The house is new—built in the 1990s—and the builders live up the hill, a couple. “We were still learning, we didn’t know what we were doing,” they said a few times of the house’s construction and then laughed afterward. But he can’t tell what was done badly yet.
Every other year, the peach tree in the yard fills with fruit. The first time it bore fruit for them, the branches came down to the driveway, like the tree was bowing at their return.
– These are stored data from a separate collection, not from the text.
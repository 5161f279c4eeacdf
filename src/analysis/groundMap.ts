/**
 * The ground-state map of dⁿ: over Δ/B and C/B, which spin state is lowest. Energies are
 * homogeneous in (B, C, Dq), so the map is the same for every B; each row (one C/B) is scanned
 * in Δ/B and every change of ground spin pinned down exactly by {@link groundStateCrossings}.
 */

import { DEFAULT_GEOMETRY } from '../core/defaults.js';
import { ensure } from '../core/errors.js';
import { solveCubic } from '../field/cubic.js';
import type { Geometry } from '../field/labels.js';
import { type GroundCrossing, groundStateCrossings } from './groundState.js';

/** B used for the computation, cm⁻¹; any value gives the same map. */
export const MAP_B = 1000;

/** Defaults of {@link GroundMapOptions}. */
export const GROUND_MAP_DEFAULTS = {
  maxDeltaOverB: 50,
  minCOverB: 3,
  maxCOverB: 7,
  rows: 17,
  columns: 100,
} as const;

/** Options of {@link groundStateMap}. */
export interface GroundMapOptions {
  /** @default DEFAULT_GEOMETRY ('oct') */
  readonly geometry?: Geometry;
  /** Right edge of the map in Δ/B. @default 50 */
  readonly maxDeltaOverB?: number;
  /** Lowest C/B. @default 3 */
  readonly minCOverB?: number;
  /** Highest C/B. @default 7 */
  readonly maxCOverB?: number;
  /** Rows (C/B values, evenly spaced, ends included). @default 17 */
  readonly rows?: number;
  /** Scan points per row in Δ/B before the roots are refined (a window of one spin narrower than one step can be missed). @default 100 */
  readonly columns?: number;
  /** Called after each row with (rows done, rows in all), e.g. for a progress line. */
  readonly onRow?: (done: number, total: number) => void;
}

/** A stretch of Δ/B in one row over which one state is lowest. */
export interface MapSegment {
  /** Left end, Δ/B. */
  readonly from: number;
  /** Right end, Δ/B. */
  readonly to: number;
  /** Plain ²ˢ⁺¹Γ of the ground state, e.g. `5T2g`. */
  readonly symbol: string;
  readonly S: number;
}

/** One row of the map: a C/B value and what is lowest along Δ/B. */
export interface MapRow {
  readonly cOverB: number;
  /** Changes of ground spin along the row (Dq at {@link MAP_B}). */
  readonly crossings: readonly GroundCrossing[];
  /** The stretches between them, left to right, covering 0…maxDeltaOverB. */
  readonly segments: readonly MapSegment[];
}

/** The map over Δ/B × C/B. */
export interface GroundStateMap {
  readonly n: number;
  readonly geometry: Geometry;
  readonly maxDeltaOverB: number;
  readonly rows: readonly MapRow[];
  /** The ground states that occur, highest spin first. */
  readonly states: readonly { readonly symbol: string; readonly S: number }[];
}

/**
 * Which spin state is lowest over 0 < Δ/B ≤ maxDeltaOverB and minCOverB ≤ C/B ≤ maxCOverB.
 * @throws InputError for n outside 1…9, an unknown geometry or an empty or reversed range.
 */
export function groundStateMap(n: number, options: GroundMapOptions = {}): GroundStateMap {
  const d = GROUND_MAP_DEFAULTS;
  const {
    geometry = DEFAULT_GEOMETRY,
    maxDeltaOverB = d.maxDeltaOverB,
    minCOverB = d.minCOverB,
    maxCOverB = d.maxCOverB,
    rows = d.rows,
    columns = d.columns,
  } = options;
  ensure(geometry === 'oct' || geometry === 'tet', `geometry "${geometry}": expected oct or tet`);
  ensure(
    Number.isFinite(maxDeltaOverB) && maxDeltaOverB > 0,
    `largest Δ/B ${maxDeltaOverB}: expected a positive number`,
  );
  ensure(
    Number.isFinite(minCOverB) && minCOverB > 0 && Number.isFinite(maxCOverB) && maxCOverB >= minCOverB,
    `C/B range ${minCOverB}…${maxCOverB}: expected 0 < lowest ≤ highest`,
  );
  ensure(Number.isInteger(rows) && rows >= 1, `rows ${rows}: expected a whole number ≥ 1`);
  ensure(Number.isInteger(columns) && columns >= 2, `columns ${columns}: expected a whole number ≥ 2`);
  const out: MapRow[] = [];
  for (let i = 0; i < rows; i++) {
    const cOverB = rows === 1 ? minCOverB : minCOverB + ((maxCOverB - minCOverB) * i) / (rows - 1);
    const C = cOverB * MAP_B;
    const crossings = groundStateCrossings({
      n,
      geometry,
      B: MAP_B,
      C,
      maxDeltaOverB,
      scanPoints: columns,
    });
    const segments: MapSegment[] = [];
    let left = 0;
    for (const c of crossings) {
      segments.push({ from: left, to: c.deltaOverB, symbol: c.fromSymbol, S: c.fromS });
      left = c.deltaOverB;
    }
    const last = crossings.at(-1);
    if (last) {
      segments.push({ from: left, to: maxDeltaOverB, symbol: last.toSymbol, S: last.toS });
    } else {
      const g = solveCubic({ n, geometry, dq: (maxDeltaOverB * MAP_B) / 20, B: MAP_B, C }).ground;
      segments.push({ from: 0, to: maxDeltaOverB, symbol: g.symbol, S: g.S });
    }
    out.push({ cOverB, crossings, segments });
    options.onRow?.(i + 1, rows);
  }
  const states = new Map<string, number>();
  for (const row of out) for (const s of row.segments) states.set(s.symbol, s.S);
  return {
    n,
    geometry,
    maxDeltaOverB,
    rows: out,
    states: [...states].map(([symbol, S]) => ({ symbol, S })).sort((a, b) => b.S - a.S),
  };
}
It is fruiting again.
He eats three peaches today, in quick succession and then looks up how many he can eat a day. 3-4. He decides to be as careful as he can.
"He decides to be as careful as he can."
What a beautiful way to end this piece.
This beautiful piece feels autumnal. I have a sense of waiting and then the at-homeness of right timing. I’m making (and eating) peach-ginger butter as I read it. Thank you.